WHAT YOU WILL DO
Retype, character for character, the line containing "m, err := l.Fit(x, y, nil, 1)" along with each line after it through the end of the data, and only those.

GIVEN INFORMATION

package classify

import (
	"math"
	"math/rand/v2"
	"testing"

	"gonum.org/v1/gonum/mat"
)

// TestTypicalRange checks the bounds against hand computation from the
// formula in TypicalRange's doc comment.
func TestTypicalRange(t *testing.T) {
	seq := make([]float64, 101) // 0, 1, ..., 100: q01 = 1, q99 = 99, span 98
	for i := range seq {
		seq[i] = float64(i)
	}
	inf := math.Inf(1)
	cases := []struct {
		name   string
		x, w   []float64
		lo, hi float64
	}{
		{"0..100", seq, nil, 1 - 3*98, 99 + 3*98},
		{"empty", nil, nil, -inf, inf},
		{"constant", []float64{2, 2, 2}, nil, -inf, inf},
		{"rare indicator", append(make([]float64, 300), 1), nil, -inf, inf},
		{"zero weights ignored", []float64{0, 1, 2, 1e300}, []float64{1, 1, 1, 0}, 0 - 3*2, 2 + 3*2},
		{"span overflows", []float64{-1.5e308, 0, 1.5e308}, nil, -inf, inf},
	}
	for _, c := range cases {
		lo, hi := TypicalRange(c.x, c.w)
		if lo != c.lo || hi != c.hi {
			t.Errorf("%s: [%v, %v], want [%v, %v]", c.name, lo, hi, c.lo, c.hi)
		}
	}
}

// TestTypicalRangeLeavesGaussianAlone: for 100,000 standard normal draws
// the bounds lie beyond ±14 (about ±16.3 by the normal quantiles
// ±2.326, a textbook value), so no draw is moved.
func TestTypicalRangeLeavesGaussianAlone(t *testing.T) {
	rng := rand.New(rand.NewPCG(3, 4))
	x := make([]float64, 100000)
	for i := range x {
		x[i] = rng.NormFloat64()
	}
	lo, hi := TypicalRange(x, nil)
	if lo > -14 || hi < 14 || lo < -19 || hi > 19 {
		t.Errorf("bounds [%.2f, %.2f], want about ±16.3", lo, hi)
	}
}

// TestExtremeFeatureStaysFinite: one huge but finite feature value (up to
// the largest float64) leaves every fitted log-odds finite, in fitting and
// for prediction on new rows beyond the training range.
func TestExtremeFeatureStaysFinite(t *testing.T) {
	rng := rand.New(rand.NewPCG(5, 6))
	n := 400
	for _, huge := range []float64{1e5, 1e308, -math.MaxFloat64} {
		x := mat.NewDense(n, 2, nil)
		y := make([]float64, n)
		for i := range n {
			y[i] = float64(i % 2)
			x.Set(i, 0, rng.NormFloat64()+y[i])
			x.Set(i, 1, rng.NormFloat64())
		}
		x.Set(7, 0, huge)
		for _, l := range []Learner{NewLinear(), NewExpanded()} {
			m, err := l.Fit(x, y, nil, 1)
			if err != nil {
				t.Fatalf("%s, %g: %v", l.Name(), huge, err)
			}
			probe := mat.NewDense(2, 2, []float64{math.MaxFloat64, -math.MaxFloat64, -math.MaxFloat64, math.MaxFloat64})
			for _, data := range []*mat.Dense{x, probe} {
				r, _ := data.Dims()
				z := make([]float64, r)
				m.LogOdds(data, z)
				for i, v := range z {
					if math.IsNaN(v) || math.IsInf(v, 0) || math.Abs(v) > 100 {
						t.Fatalf("%s with a value %g: log-odds %v on row %d", l.Name(), huge, v, i)
					}
				}
			}
		}
	}
}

COMPLETED EXERCISE
			m, err := l.Fit(x, y, nil, 1)
			if err != nil {
				t.Fatalf("%s, %g: %v", l.Name(), huge, err)
			}
			probe := mat.NewDense(2, 2, []float64{math.MaxFloat64, -math.MaxFloat64, -math.MaxFloat64, math.MaxFloat64})
			for _, data := range []*mat.Dense{x, probe} {
				r, _ := data.Dims()
				z := make([]float64, r)
				m.LogOdds(data, z)
				for i, v := range z {
					if math.IsNaN(v) || math.IsInf(v, 0) || math.Abs(v) > 100 {
						t.Fatalf("%s with a value %g: log-odds %v on row %d", l.Name(), huge, v, i)
					}
				}
			}
		}
	}
}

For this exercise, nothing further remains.